I agree that it looks like a bug as this is working well:

DELETE test
POST test/_doc
{
  "foo": "12345 jkl"
}
POST test/_doc
{
  "foo": "12367 jkl"
}
GET test/_search
{
  "query": {
    "match": {
      "foo": {
        "query": "12367 jkl",
        "operator": "and"
      }
    }
  }
}

I believe this is because of the position in your example. Both tokens are seen as coming from one unique position... This is because of the keyword tokenizer I believe.

@jpountz What is your opinion on this? Bug or expected behavior?

The reproduction script is:

DELETE test
PUT test
{
  "settings": {
    "analysis": {
      "analyzer": {
        "test_analyzer": {
          "type": "custom",
          "tokenizer": "keyword",
          "filter": [
            "lowercase",
            "test_pattern",
            "unique"
          ]
        }
      },
      "filter": {
        "test_pattern": {
          "type": "pattern_capture",
          "preserve_original": false,
          "patterns": [
            ".*###(\\d*)###(.*###.*###.*)",
            ".*###(.*###.*###.*)"
          ]
        }
      }
    }
  },
  "mappings": {
    "_doc": {
      "properties": {
        "test_value": {
          "type": "text",
          "analyzer": "test_analyzer"
        }
      }
    }
  }
}
POST test/_doc
{
  "test_value": "abc###def###12345###jkl###mno###pqr"
}
POST test/_doc
{
  "test_value": "abc###def###12367###jkl###mno###pqr"
}
GET test/_search
{
  "query": {
    "match": {
      "test_value": {
        "query": "abc###def###12345###jkl###mno###pqr",
        "operator": "and"
      }
    }
  }
}
2 Likes

This query is matching with both documents, because the test_analyzer analyzer produces multiple tokens for the same position. This is because the keyword tokenizer is used here (the pattern_capture token filter then generates tokens for the same position).

I don't know the reason why pattern_capture token filter is used here in combination with keyword analyzer. But I think you need to use something like simple_pattern_split tokenizer (and then split by \\#\\#\\#) instead of the keyword tokenizer. This way tokens get generated on different positions and your query will match only one document.

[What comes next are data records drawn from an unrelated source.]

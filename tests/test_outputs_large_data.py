"""Figures and report tables whose size does not grow with the data
(issue 15, item 3): a Q-Q plot of many values draws the points at evenly
spaced ranks, and the report's burden tables show the 40 strata with the
most attributable cases with a line saying where the rest are.

Inputs are seeded simulations; expected points are recomputed here from
their definitions (Weibull plotting positions i/(n+1), scipy.stats.lognorm
quantiles, sorting with numpy), never by the code under test.
"""

from __future__ import annotations

import dataclasses
import re

import matplotlib

matplotlib.use("Agg")

import matplotlib.pyplot as plt
import numpy as np
import pytest
from scipy import stats

from doseattr.core.exposure.base import ExposureFit
from doseattr.core.exposure.registry import get_family
from doseattr.outputs import figures
from doseattr.outputs.burden_report import burden_section
from doseattr.results.estimate import Estimate
from doseattr.results.records import BurdenResult, StratumEffect, StratumResult

CAP = 40


@pytest.fixture(autouse=True)
def _close_figures():
    yield
    plt.close("all")


def _lognormal(values: np.ndarray, detected: np.ndarray, gm: float, gsd: float):
    """An Exposure holding ``values`` as its fitted data (parameters given:
    the plot reads only the data and the family's quantiles)."""
    from doseattr.core.exposure.base import Exposure

    family = get_family("lognormal")
    params = np.array([gm, gsd])
    n = values.size
    fit = ExposureFit(method="test", loglik=-1.0, aic=6.0, n=n, detected=int(detected.sum()),
                      censored=int((~detected).sum()), values=values, detected_mask=detected,
                      weights=np.ones(n))
    return Exposure(family, params, fit=fit)


def test_qq_of_many_values_draws_evenly_spaced_ranks():
    """20,000 uncensored values: positions r/(n+1) (Weibull positions,
    common practice; Helsel 2012); the plot keeps the 2,000 ranks
    round(linspace(0, n - 1, 2000)) (0-based), the smallest and the
    largest among them, each at scipy.stats.lognorm's quantile of its
    position."""
    n, gm, gsd = 20_000, 6.0, 2.0
    rng = np.random.default_rng(1501)  # simulation, seeded
    values = gm * np.exp(np.log(gsd) * rng.standard_normal(n))
    ex = _lognormal(values, np.ones(n, bool), gm, gsd)
    ax = figures.plot_qq(ex)
    line = next(a for a in ax.get_lines() if a.get_gid() == "qq-detected")
    x, y = np.asarray(line.get_xdata()), np.asarray(line.get_ydata())
    ranks = np.unique(np.round(np.linspace(0, n - 1, figures.MAX_QQ_POINTS)).astype(int))
    assert ranks.size == figures.MAX_QQ_POINTS == y.size
    order = np.argsort(y)
    np.testing.assert_array_equal(y[order], np.sort(values)[ranks])
    f = stats.lognorm(s=np.log(gsd), scale=gm)
    np.testing.assert_allclose(x[order], f.ppf((ranks + 1) / (n + 1)), rtol=1e-10)
    assert y.min() == values.min() and y.max() == values.max()


def test_qq_thins_detected_and_censored_apart():
    """3,000 censored at one limit below 5,000 detects: each kind thinned
    to at most the cap on its own; the censored markers stay at the limit
    and the detected ones keep the extremes (simulation, seeded)."""
    rng = np.random.default_rng(1502)
    n, limit = 8_000, 3.0
    raw = 6.0 * np.exp(np.log(2.0) * rng.standard_normal(n))
    detected = raw > limit
    values = np.where(detected, raw, limit)
    ex = _lognormal(values, detected, 6.0, 2.0)
    ax = figures.plot_qq(ex)
    lines = {a.get_gid(): a for a in ax.get_lines()}
    det_y = np.asarray(lines["qq-detected"].get_ydata())
    cen_y = np.asarray(lines["qq-censored"].get_ydata())
    assert det_y.size == min(figures.MAX_QQ_POINTS, int(detected.sum()))
    assert cen_y.size == min(figures.MAX_QQ_POINTS, int((~detected).sum()))
    assert np.all(cen_y == limit)
    assert det_y.max() == values[detected].max() and det_y.min() == values[detected].min()


def test_qq_points_keeps_everything_below_the_cap():
    pos = np.linspace(0.01, 0.99, 50)
    detected = np.arange(50) % 3 > 0
    np.testing.assert_array_equal(figures.qq_points(pos, detected, cap=40), np.arange(50))
    # above the cap, indices come back in the data's order, each kind capped
    kept = figures.qq_points(pos, detected, cap=10)
    assert np.all(np.diff(kept) > 0)
    assert detected[kept].sum() == 10 and (~detected[kept]).sum() == 10


# -- report tables ----------------------------------------------------------------
def _row(name: str, attributable: float, scenario: bool = True) -> StratumResult:
    est = Estimate(attributable, 0.8 * attributable, 1.2 * attributable)
    effects = ((StratumEffect("cap", Estimate(0.1), Estimate(attributable / 10.0)),)
               if scenario else ())
    return StratumResult(name, 100.0, Estimate(attributable / 100.0), est, scenarios=effects)


def _burden(values: np.ndarray) -> BurdenResult:
    strata = tuple(_row(f"s{i}", float(v)) for i, v in enumerate(values))
    return BurdenResult(strata, _row("total", float(values.sum())))


def _first_cells(html: str, caption: str) -> list[str]:
    """The first cell of every body row of the table with ``caption``."""
    start = html.index(caption)
    body = html[start:html.index("</table>", start)]
    return re.findall(r"<tr><td[^>]*>([^<]*)</td>", body)


def test_report_tables_show_the_largest_strata_and_say_where_the_rest_are():
    """3,000 seeded strata: the strata and scenarios tables hold the 40
    with the most attributable cases (numpy's descending stable sort of the
    inputs) and the total, and say that every row is in the CSV files."""
    n = 3_000
    values = np.random.default_rng(1503).lognormal(0.0, 1.5, n)  # simulation, seeded
    html = burden_section(_burden(values), None, {"burden": b"x"})
    expected = [f"s{i}" for i in np.argsort(-values, kind="stable")[:CAP]] + ["Total"]
    assert _first_cells(html, "attributable cases by stratum") == expected
    assert _first_cells(html, "cases averted by each scenario") == expected
    assert f"the {CAP} of the {n:,} rows with the most attributable" in html
    assert "burden.csv" in html and "burden_scenarios.csv" in html
    assert html.count("<tr>") < 4 * (CAP + 10)  # bounded, not one row per stratum


def test_report_tables_with_few_strata_are_whole_and_in_table_order():
    values = np.random.default_rng(1504).lognormal(0.0, 1.5, CAP)
    html = burden_section(_burden(values), None, {"burden": b"x"})
    assert _first_cells(html, "attributable cases by stratum") == (
        [f"s{i}" for i in range(CAP)] + ["Total"])
    assert "rows with the most attributable" not in html


def test_many_own_exposures_are_counted_not_listed():
    from doseattr.results.records import StratumExposure

    own = StratumExposure(True, "lognormal", {"gm": 5.0, "gsd": 2.0}, 6.0)
    values = np.random.default_rng(1505).lognormal(0.0, 1.0, 100)
    burden = _burden(values)
    burden = dataclasses.replace(burden, strata=tuple(
        dataclasses.replace(s, exposure=own) if i % 2 else s
        for i, s in enumerate(burden.strata)))
    html = burden_section(burden, None, {"burden": b"x"})
    assert "50 strata had their own exposure descriptions" in html
    assert "s1, s3" not in html
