@pytest.mark.parametrize("k,theta,b", [(2.0, 3.0, 0.05), (1.0, 1.0, 3.0), (0.5, 4.0, -0.2),
                                       (6.0, 0.5, -1.0)])
def test_gamma_scale_closed_form(k, theta, b):
    """RR = exp(b x) extended, gamma(k, theta), scale s = 0.6, m = 0:
    RR(sx)/RR(x) = e^{-(1-s) b x}, so by the gamma moment generating function
    AF = 1 - (1 + (1-s) b theta)^{-k} (closed form derived here), finite for
    b > 0 however large (also b theta >= 1, where E[RR] is infinite) and,
    for b < 0 (a negative AF), while (1-s)|b| theta < 1."""
    s = 0.6
    crv, exp = curve(LogLinear(), b), exposure("gamma", k, theta)
    expected = -math.expm1(-k * math.log1p((1 - s) * b * theta))
    assert averted_fraction(crv, exp, Scale(s), minimum_risk=0.0) == pytest.approx(expected, rel=RTOL)


def test_protective_scale_refused_where_infinite():
    """RR = exp(-b x) extended: RR(sx)/RR(x) = e^{(1-s) b x}, whose mean is
    infinite over a lognormal (its moment generating function diverges for
    any positive argument) and over a gamma with (1-s) b theta >= 1
    (closed form); the engine must refuse both rather than return a number."""
    crv = curve(LogLinear(), -0.5)
    with pytest.raises(DivergenceError):
        averted_fraction(crv, exposure("lognormal", 8.0, 2.0), Scale(0.6), minimum_risk=0.0)
    with pytest.raises(DivergenceError):
        averted_fraction(crv, exposure("gamma", 2.0, 5.0), Scale(0.6), minimum_risk=0.0)


@pytest.mark.parametrize("s", [None, 0.6])
def test_mixed_sign_draws_extended_closed_form(s):
    """Slope draws of both signs on an extended log-linear curve over one
    gamma(k, theta): each row is 1 - (1 + (1-s) b theta)^{-k} (s = 0 for
    the impact fraction; gamma moment generating function, closed form), so
    rising and falling draws each get their own tail growth."""
    k, theta = 3.0, 2.0
    slopes = np.array([-0.3, -0.01, 1e-10, 0.05, 0.6, 2.0])
    scenario = None if s is None else Scale(s)
    got = impact_draws(curve(LogLinear(), 0.1), slopes[:, None], FAMILIES["gamma"],
                       np.array([k, theta]), 0.0, 0.0, scenario)
    cut = 1.0 if s is None else 1.0 - s
    expected = -np.expm1(-k * np.log1p(cut * slopes * theta))
    np.testing.assert_allclose(got, expected, rtol=RTOL, atol=0)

If during query parsing there are multiple tokens on the position then internally, Elasticsearch uses Lucene's SynonymQuery. This happened here, because the keyword analyzer emits abc###def###12345###jkl###mno###pqr as a single token and then pattern_capture shops that up in multiple tokens on the same position. Multiple tokens on the same position is kind of what synonyms are.

2 Likes

Conceptually, the tokens are different and from different position, hence it should not treat them as synonyms. This issue is confusing to the general user as it doesn't work as expected.

What are the different options to achieve the same. The way you have suggested is going to break the values into 6 tokens which is not expected. I want 12345 and jkl###mno###pqr as tokens.

1 Like

@mvg Can you give an update on this?

Sorry, this slipped off my radar.

No, those tokens are all from position 0. Check the analyse api response, that you've shared previously in this threat.

I need to understand your use case better in order to provide advice on how to proceed here.
So documents always contain a field value like abc###def###12367###jkl###mno###pqr?
What is the structure of this string? Always 6 alphanumerical substrings separated by ###?
How do your end users search in these strings? Is the entire string used as query, or do they specify one or more of these alphanumerical substrings?

I think either a different tokenizer (that splits the text by some regex) needs to be used or the test_value field needs to be analyzed in multiple ways using multi fields.